A common conception of home economics might feature images of lopsided hand-sewn pillows or recipes gone awry. But the origins of the field are a story of the revolutionary science of better living. In the twentieth century, home ec reduced domestic work that fell to women and provided many with jobs as professors, engineers, chemists, and businesspeople.
“The field of home economics was founded by members of that first generation of women to go to college,” said Dreilinger. “One central figure was Margaret Murray Washington, born in Macon, Mississippi in the 1860s, who earned her bachelor’s degree, ran home economics at Tuskegee, and advocated for improving the African American home.”
Home economics followed the currents of the country’s culture even as it helped shape them. Dreilinger chronicles the racism within the movement along with the strides made by women of color who were leaders and innovators.

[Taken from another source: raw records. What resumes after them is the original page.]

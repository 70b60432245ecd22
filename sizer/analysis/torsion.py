"""Non-uniform (warping) torsion of the member: the twist phi (rad) from G J phi'''' ... exactly,

    E Iw phi'''' - G J phi'' = m(x)        (m: distributed torque, N*m/m, about +x)

on elements between the nodes (ends, supports, point torques, ends of line torques), each solved
exactly: phi = c1 + c2 s + c3 g3(s) + c4 g4(s) + the particular part of a linear m, with g3, g4
hyperbolic (cosh, sinh) on short elements and decaying exponentials on long ones (s along the
element, a = sqrt(E Iw / G J) the torsion parameter). Freedoms per node: phi and phi' (warping).
Twist is held where a support holds rx (springs on rx add stiffness); warping where the support
holds it (Support.holds_warping). With Iw = 0 it is uniform torsion (bar elements, no bimoment).

Outputs at any x: total torque T = G J phi' - E Iw phi''' (on the +x face, as in sizer.analysis.cuts),
warping torque Tw = -E Iw phi''' (Saint-Venant torque T - Tw) and bimoment B = E Iw phi'' (N*m^2),
so that the warping normal stress is B omega / Iw with omega the warping function (u = omega phi').
Torques from loads across the section: torque = dy Fz - dz Fy for a force (Fy, Fz) acting at
(dy, dz) from the shear centre (member axes).
"""

from __future__ import annotations

from dataclasses import dataclass
from typing import Sequence

import numpy as np

from sizer.analysis.layout import distinct
from sizer.analysis.loads import self_weight_load
from sizer.model import LineLoad, Load, Member, PointLoad

SHORT = 1.0  # elements with length / a up to this use cosh and sinh; longer ones decaying exponentials


@dataclass(frozen=True)
class TorqueLoads:
    """Torques on the member for C load columns: point torques (k,) positions (m) with values (k, C)
    (N*m); line torques from start to end (J,) (m), intensity at start m0 (J, C) (N*m/m) and slope
    (J, C) (N*m/m per m)."""

    at: np.ndarray
    point: np.ndarray
    start: np.ndarray
    end: np.ndarray
    m0: np.ndarray
    slope: np.ndarray

    @property
    def columns(self) -> int:
        return self.point.shape[1]

    @property
    def any(self) -> bool:
        return bool(np.any(self.point) or np.any(self.m0) or np.any(self.slope))


def lever(load: Load, centroid: tuple[float, float]) -> tuple[float, float]:
    """(dy, dz) (m) of the line a transverse load acts on, from the shear centre, member axes:
    `across` "shear-centre" (0, 0), "centroid" `centroid` (the centroid from the shear centre), or a
    distance along z."""
    if load.across == "shear-centre":
        return 0.0, 0.0
    if load.across == "centroid":
        return centroid
    return 0.0, float(load.across)


def load_torque(force_y: float, force_z: float, at: tuple[float, float]) -> float:
    """Torque about the shear centre (N*m, about +x) of a force (Fy, Fz) acting at (dy, dz)."""
    return at[0] * force_z - at[1] * force_y


def across_torque_loads(loads: Sequence[Load], centroid: tuple[float, float]) -> list[Load]:
    """The torques (as `moment` point loads and `mx` line loads, same cases and places) that the
    transverse forces among `loads` exert about the shear centre from where across the section they
    act; `centroid`: (dy, dz) of the centroid from the shear centre (m, member axes). Adding these to
    the member's loads gives a member whose torques are all explicit (for solvers that read mx only)."""
    made: list[Load] = []
    for load in loads:
        if isinstance(load, PointLoad):
            torque = load_torque(load.force[1], load.force[2], lever(load, centroid))
            if torque:
                made.append(PointLoad(load.case, load.at, moment=(torque, 0.0, 0.0), pattern=load.pattern, across="shear-centre"))
        elif isinstance(load, LineLoad):
            arm = lever(load, centroid)
            first, last = (load_torque(q[1], q[2], arm) for q in (load.q_start, load.q_end))
            if first or last:
                made.append(LineLoad(load.case, load.start, load.end, (0.0, 0.0, 0.0, first), (0.0, 0.0, 0.0, last), pattern=load.pattern,
                                     across="shear-centre"))
    return made


def torque_columns(load_sets: Sequence[Sequence[Load]], centroid: tuple[float, float]) -> TorqueLoads:
    """The torques of each load set (one column each): given torques (mx) plus the torque of every
    transverse force about the shear centre from where across the section it acts."""
    at, point, start, end, m0, slope = [], [], [], [], [], []
    columns = len(load_sets)
    for column, loads in enumerate(load_sets):
        for load in loads:
            values = np.zeros(columns)
            if isinstance(load, PointLoad):
                values[column] = load.moment[0] + load_torque(load.force[1], load.force[2], lever(load, centroid))
                if values[column]:
                    at.append(load.at)
                    point.append(values)
            elif isinstance(load, LineLoad) and load.end > load.start:
                arm = lever(load, centroid)
                first = load.q_start[3] + load_torque(load.q_start[1], load.q_start[2], arm)
                last = load.q_end[3] + load_torque(load.q_end[1], load.q_end[2], arm)
                if first or last:
                    start.append(load.start)
                    end.append(load.end)
                    values[column] = first
                    m0.append(values)
                    rate = np.zeros(columns)
                    rate[column] = (last - first) / (load.end - load.start)
                    slope.append(rate)
    return TorqueLoads(np.array(at, dtype=float), _rows(point, columns), np.array(start, dtype=float), np.array(end, dtype=float),
                       _rows(m0, columns), _rows(slope, columns))


def _rows(rows: list[np.ndarray], columns: int) -> np.ndarray:
    return np.array(rows, dtype=float).reshape(len(rows), columns)


def member_torque_columns(member: Member, case_names: Sequence[str], self_weight: bool, centroid: tuple[float, float]) -> TorqueLoads:
    """Torque columns of a solved member: each named case's loads, then the unit self weight (1 N/m
    along gravity, at the centroid) when `self_weight`."""
    sets: list[list[Load]] = [[load for load in member.loads if load.case == name] for name in case_names]
    if self_weight:
        sets.append([self_weight_load(member)])
    return torque_columns(sets, centroid)


def _sinh_less(t: np.ndarray) -> np.ndarray:
    """sinh(t) - t without cancellation for small t."""
    series = t**3 / 6 * (1 + t**2 / 20 * (1 + t**2 / 42 * (1 + t**2 / 72 * (1 + t**2 / 110))))
    return np.where(t < 0.1, series, np.sinh(t) - t)


def _basis(s: np.ndarray, length: float, a: float) -> np.ndarray:
    """(4, 4, n): derivative order 0-3 of the four homogeneous solutions 1, s, g3, g4 at s (m)."""
    one = np.ones_like(s)
    out = np.zeros((4, 4, s.size))
    out[0, 0], out[0, 1], out[1, 1] = one, s, one
    t = s / a
    if length / a <= SHORT:
        cosh_less, sinh = 2 * np.sinh(t / 2) ** 2, np.sinh(t)
        out[:, 2] = [a * a * cosh_less, a * sinh, np.cosh(t), sinh / a]
        out[:, 3] = [a**3 * _sinh_less(t), a * a * cosh_less, a * sinh, np.cosh(t)]
    else:
        left, right = np.exp(-t), np.exp(-(length - s) / a)
        out[:, 2] = [a * left, -left, left / a, -left / a**2]
        out[:, 3] = [a * right, right, right / a, right / a**2]
    return out


def _end_forces(derivatives: np.ndarray, gj: float, eiw: float) -> np.ndarray:
    """(4, k) generalized end forces (on phi1, phi1', phi2, phi2') of k solutions, from their
    derivatives (4, k, 2) at s = 0 and s = l: -T(0), -E Iw phi''(0), T(l), E Iw phi''(l)."""
    torque = gj * derivatives[1] - eiw * derivatives[3]
    return np.stack([-torque[:, 0], -eiw * derivatives[2][:, 0], torque[:, 1], eiw * derivatives[2][:, 1]])


def _particular(s: np.ndarray, m0: np.ndarray, m1: np.ndarray, gj: float) -> np.ndarray:
    """(4, C, n) derivatives 0-3 of phi_p = -(m0 s^2 / 2 + m1 s^3 / 6) / GJ (one column per load)."""
    s = s[None, :]
    m0, m1 = m0[:, None], m1[:, None]
    return np.stack([-(m0 * s**2 / 2 + m1 * s**3 / 6), -(m0 * s + m1 * s**2 / 2), -(m0 + m1 * s), -m1 + 0 * s]) / gj


@dataclass(frozen=True)
class _Element:
    length: float
    h_inverse: np.ndarray  # (4, 4) end freedoms -> basis coefficients
    stiffness: np.ndarray  # (4, 4)


def _element(length: float, a: float, gj: float) -> _Element:
    """Exact stiffness of one element (freedoms phi1, phi1', phi2, phi2'); a = 0: a bar."""
    if a == 0.0:
        k = gj / length
        return _Element(length, np.zeros((4, 4)), k * np.array([[1.0, 0, -1, 0], [0, 0, 0, 0], [-1, 0, 1, 0], [0, 0, 0, 0]]))
    ends = _basis(np.array([0.0, length]), length, a)  # (4 orders, 4 basis, 2 ends)
    h = np.stack([ends[0, :, 0], ends[1, :, 0], ends[0, :, 1], ends[1, :, 1]])
    h_inverse = np.linalg.inv(h)
    stiffness = _end_forces(ends, gj, gj * a * a) @ h_inverse
    return _Element(length, h_inverse, (stiffness + stiffness.T) / 2)


class TorsionSolution:
    """The solved twist of C load columns: reactions and T, Tw, B at any x."""

    def __init__(self, nodes: np.ndarray, elements: list[_Element], loads: TorqueLoads, freedoms: np.ndarray, a: float, gj: float,
                 support_at: np.ndarray, reactions: np.ndarray, tol: float) -> None:
        self.nodes, self._elements, self._loads, self._d = nodes, elements, loads, freedoms
        self.a, self.gj, self.support_at, self.reactions, self._tol = a, gj, support_at, reactions, tol

    def torque(self, xs: np.ndarray, right: np.ndarray) -> np.ndarray:
        """(C, n) total torque T (N*m) on the +x face at each x, by the method of sections."""
        loads, tol = self._loads, self._tol
        at = np.concatenate([loads.at, self.support_at])
        values = np.vstack([loads.point, self.reactions])
        cut = np.where(right[:, None], at[None, :] <= xs[:, None] + tol, at[None, :] < xs[:, None] - tol)
        total = cut.astype(float) @ values
        u = np.clip(xs[:, None], loads.start[None, :], loads.end[None, :]) - loads.start[None, :]
        total += u @ loads.m0 + (u * u / 2) @ loads.slope
        return -total.T + 0.0

    def warping(self, xs: np.ndarray, right: np.ndarray) -> tuple[np.ndarray, np.ndarray]:
        """(C, n) warping torque Tw (N*m) and bimoment B (N*m^2) at each x (zero for a = 0)."""
        columns = self._loads.columns
        tw, bimoment = np.zeros((columns, xs.size)), np.zeros((columns, xs.size))
        if self.a == 0.0:
            return tw, bimoment
        inner = self.nodes[1:-1]
        element = np.where(right, np.searchsorted(inner, xs + self._tol, side="right"), np.searchsorted(inner, xs - self._tol, side="left"))
        eiw = self.gj * self.a**2
        for e in distinct(element):
            where = element == e
            lo, item = self.nodes[e], self._elements[e]
            s = np.clip(xs[where] - lo, 0.0, item.length)
            m0, m1 = element_load(self._loads, self.nodes[e], self.nodes[e + 1], self._tol)
            ends = _particular(np.array([0.0, item.length]), m0, m1, self.gj)  # (4, C, 2)
            d_p = np.stack([ends[0, :, 0], ends[1, :, 0], ends[0, :, 1], ends[1, :, 1]])  # (4, C)
            coefficients = item.h_inverse @ (self._d[2 * e:2 * e + 4] - d_p)  # (4, C)
            basis = _basis(s, item.length, self.a)  # (4, 4, n)
            own = _particular(s, m0, m1, self.gj)  # (4, C, n)
            second = np.einsum("kn,kc->cn", basis[2], coefficients) + own[2]
            third = np.einsum("kn,kc->cn", basis[3], coefficients) + own[3]
            bimoment[:, where], tw[:, where] = eiw * second, -eiw * third
        return tw, bimoment

    def actions(self, xs: np.ndarray, right: np.ndarray) -> np.ndarray:
        """(C, n, 3) T, Tw (N*m) and B (N*m^2) at each x."""
        tw, bimoment = self.warping(xs, right)
        return np.stack([self.torque(xs, right), tw, bimoment], axis=-1)


def element_load(loads: TorqueLoads, lo: float, hi: float, tol: float) -> tuple[np.ndarray, np.ndarray]:
    """(C,) intensity at lo and slope of the line torques on the element from lo to hi (m); nodes
    lie at every end of a line torque, so each covers an element whole or not at all."""
    on = (loads.start <= lo + tol) & (loads.end >= hi - tol)
    m0 = ((loads.m0 + loads.slope * (lo - loads.start)[:, None]) * on[:, None]).sum(axis=0)
    return m0, (loads.slope * on[:, None]).sum(axis=0)


class TwistFree(ValueError):
    """Torques on a member whose supports leave the twist free."""


def solve_torsion(member: Member, loads: TorqueLoads, gj: float, eiw: float, tol: float) -> TorsionSolution:
    """Solve the twist of every column of `loads` exactly (see the module docstring). Raises
    TwistFree when some torque acts and no support holds or springs the twist."""
    a = float(np.sqrt(eiw / gj)) if eiw > 0 else 0.0
    support_at = np.array([s.at for s in member.supports], dtype=float)
    marks = np.concatenate([[0.0, member.length], support_at, loads.at, loads.start, loads.end])
    nodes = distinct(np.clip(np.round(marks / tol) * tol if tol > 0 else marks, 0.0, member.length))
    n, columns = len(nodes), loads.columns
    node_of = lambda x: int(np.argmin(np.abs(nodes - x)))  # noqa: E731
    stiffness, force = np.zeros((2 * n, 2 * n)), np.zeros((2 * n, columns))
    elements = [_element(float(hi - lo), a, gj) for lo, hi in zip(nodes[:-1], nodes[1:])]
    for e, item in enumerate(elements):
        block = slice(2 * e, 2 * e + 4)
        stiffness[block, block] += item.stiffness
        force[block] += _equivalent_loads(item, *element_load(loads, nodes[e], nodes[e + 1], tol), a, gj)
    for x, values in zip(loads.at, loads.point):
        force[2 * node_of(x)] += values
    held, springs = np.zeros(2 * n, bool), np.zeros(2 * n)
    for support in member.supports:
        k = node_of(support.at)
        held[2 * k] |= "rx" in support.restrain
        springs[2 * k] += support.springs.get("rx", 0.0)
        held[2 * k + 1] |= support.holds_warping or a == 0.0
    if a == 0.0:
        held[1::2] = True
    if not (held[0::2].any() or springs.any()):
        if loads.any:
            raise TwistFree("torques act on the member and no support holds its twist")
        return TorsionSolution(nodes, elements, loads, np.zeros((2 * n, columns)), a, gj, support_at, np.zeros((len(support_at), columns)), tol)
    free = ~held
    matrix = stiffness[np.ix_(free, free)] + np.diag(springs[free])
    scale = np.sqrt(np.diag(matrix))
    d = np.zeros((2 * n, columns))
    d[free] = np.linalg.solve(matrix / np.outer(scale, scale), force[free] / scale[:, None]) / scale[:, None]
    exerted = np.where(held[:, None], stiffness @ d - force, -springs[:, None] * d)  # by the supports on the member
    reactions = np.zeros((len(support_at), columns))
    counted: set[int] = set()
    for j, support in enumerate(member.supports):
        k = node_of(support.at)
        if k not in counted:  # two supports at one node: the first carries the node's reaction
            counted.add(k)
            reactions[j] = exerted[2 * k]
    return TorsionSolution(nodes, elements, loads, d, a, gj, support_at, reactions, tol)


def _equivalent_loads(item: _Element, m0: np.ndarray, m1: np.ndarray, a: float, gj: float) -> np.ndarray:
    """(4, C) nodal loads equivalent to the line torque m0 + m1 s on the element (minus the end
    forces of the exact solution with its ends held)."""
    length = item.length
    if a == 0.0:
        return np.stack([m0 * length / 2 + m1 * length**2 / 6, 0 * m0, m0 * length / 2 + m1 * length**2 / 3, 0 * m0])
    ends = _particular(np.array([0.0, length]), m0, m1, gj)  # (4, C, 2)
    d_p = np.stack([ends[0, :, 0], ends[1, :, 0], ends[0, :, 1], ends[1, :, 1]])
    basis = _basis(np.array([0.0, length]), length, a)  # (4, 4, 2)
    held_part = _end_forces(basis, gj, gj * a * a) @ (item.h_inverse @ -d_p)
    return -(held_part + _end_forces(ends, gj, gj * a * a))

She also looks at the personal lives of home economics’ women, as they chose to be single, share lives with other women, or try for egalitarian marriages.
Danielle Dreilinger is an American South storytelling reporter for Gannett/USA Today Network. Before moving to Durham, N.C., in 2021, she was a 2018 Knight-Wallace Journalism Fellow at the University of Michigan and worked for The Times-Picayune, WGBH News and The Boston Globe. Dreilinger’s work has appeared in publications ranging from The Atlantic to Ploughshares to No Depression. She earned her BA in English from Columbia University. The Secret History of Home Economics is her first book. Copies of The Secret History of Home Economics will be for sale at the program.

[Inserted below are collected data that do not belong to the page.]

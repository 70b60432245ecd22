"""Pattern arrangements by per-span superposition: every arrangement of a given combination is its
fixed part (unpatterned loads, self weight) plus the sum of the switches that are on, a switch
being one patterned case's part on one span, factored as in the combination. The arrangements of a
combination are every choice of switches on and off (analysis.patterns: each case on any set of
spans, none included), so for any quantity linear in the loads the largest value over all
arrangements is the fixed part plus the sum of the positive contributions, and the smallest the
fixed part plus the negative ones: cost linear in spans, not one row per arrangement. The
arrangement that reaches it is the set of switches of that sign, which names it.

Valid only where every combination is a weighted sum of the case solutions (MemberSolution, first
order). Where the actions are not (second-order actions, whose axial force changes with the
arrangement), use the per-arrangement path (every arrangement a combination of its own): it is
correct, only slower.
"""

from __future__ import annotations

from dataclasses import dataclass

import numpy as np

from sizer.analysis.member_solution import MemberSolution
from sizer.analysis.patterns import PART_MARK


@dataclass(frozen=True)
class SwitchedCombination:
    """One given combination as a fixed part and switches, in the columns of MemberSolution.weights
    (each case, then the unit self weight)."""

    origin: str  # the given combination's name
    fixed: np.ndarray  # (n_columns,) weights of the part in every arrangement
    switches: np.ndarray  # (K, n_columns) weights of each switch (one patterned case on one span)
    switch_cases: tuple[str, ...]  # the per-span case of each switch ("<case> @ span k")
    names: dict[frozenset[int], str]  # the switches on (indices into switch_cases) -> arrangement name

    def arrangement(self, on: np.ndarray) -> str:
        """The name of the arrangement whose switches on are those where `on` (K,) is true."""
        return self.names[frozenset(np.flatnonzero(on).tolist())]


def switched_combinations(solution: MemberSolution) -> list[SwitchedCombination]:
    """The solution's combinations grouped by the given combination they come from, each as a fixed
    part and switches (a combination without patterned cases: no switches, one arrangement). Needs
    the combinations to be weighted sums of the case solutions (module docstring)."""
    weights = solution.weights()
    columns = list(solution.cases)
    switched = np.array([PART_MARK in name for name in columns] + [False])
    member = solution.member
    groups: dict[str, list[int]] = {}
    for row, name in enumerate(solution.combination_names):
        groups.setdefault(member.origin(name), []).append(row)
    found = []
    for origin, rows in groups.items():
        table = weights[rows]
        used = np.flatnonzero(switched & np.any(table != 0.0, axis=0))
        fixed = np.where(switched, 0.0, table[0])
        switches = np.zeros((len(used), weights.shape[1]))
        switches[np.arange(len(used)), used] = table[np.argmax(table[:, used] != 0.0, axis=0), used]  # the factor where on
        names = {frozenset(np.flatnonzero(table[k, used] != 0.0).tolist()): solution.combination_names[row] for k, row in enumerate(rows)}
        found.append(SwitchedCombination(origin, fixed, switches, tuple(columns[j] for j in used), names))
    return found


def linear_extremes(fixed: np.ndarray, parts: np.ndarray) -> tuple[np.ndarray, np.ndarray]:
    """(largest, smallest) over every arrangement of a quantity linear in the loads: `fixed` (...)
    its value from the fixed part, `parts` (K, ...) each switch's contribution; every subset of
    switches is an arrangement (the empty one included)."""
    return fixed + np.maximum(parts, 0.0).sum(axis=0), fixed + np.minimum(parts, 0.0).sum(axis=0)


def worst_switches(parts: np.ndarray, index: tuple[int, ...], largest: bool) -> np.ndarray:
    """(K,) the switches on in the arrangement that makes the quantity at `index` (into parts[0])
    largest (or smallest): those whose contribution there is of that sign."""
    there = parts[(slice(None),) + tuple(index)]
    return there > 0.0 if largest else there < 0.0


def superposable(solution: MemberSolution) -> bool:
    """True where the solution's combinations are pattern arrangements and each is a weighted sum of
    its case solutions (a MemberSolution: first order). A solution of another kind (second order:
    the axial force, and so the stiffness, change with the arrangement) is not: the per-arrangement
    path is used there."""
    return solution.member.patterning is not None and type(solution) is MemberSolution


def every_arrangement(switched: list[SwitchedCombination]) -> bool:
    """True when the solution holds every arrangement of each of its given combinations (a solution
    of some arrangements only, as for one combination's reserve factor, is not to be superposed:
    its worst arrangement could be one it does not hold)."""
    return all(len(combination.names) == 2 ** len(combination.switches) for combination in switched)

History Is Lunch is sponsored by the John and Lucy Shackelford Charitable Fund of the Community Foundation for Mississippi. The weekly lecture series of the Mississippi Department of Archives and History explores different aspects of the state’s past. The hour-long programs are held in the Craig H. Neilsen Auditorium of the Museum of Mississippi History and Mississippi Civil Rights Museum building at 222 North Street in Jackson and livestreamed on YouTube and Facebook.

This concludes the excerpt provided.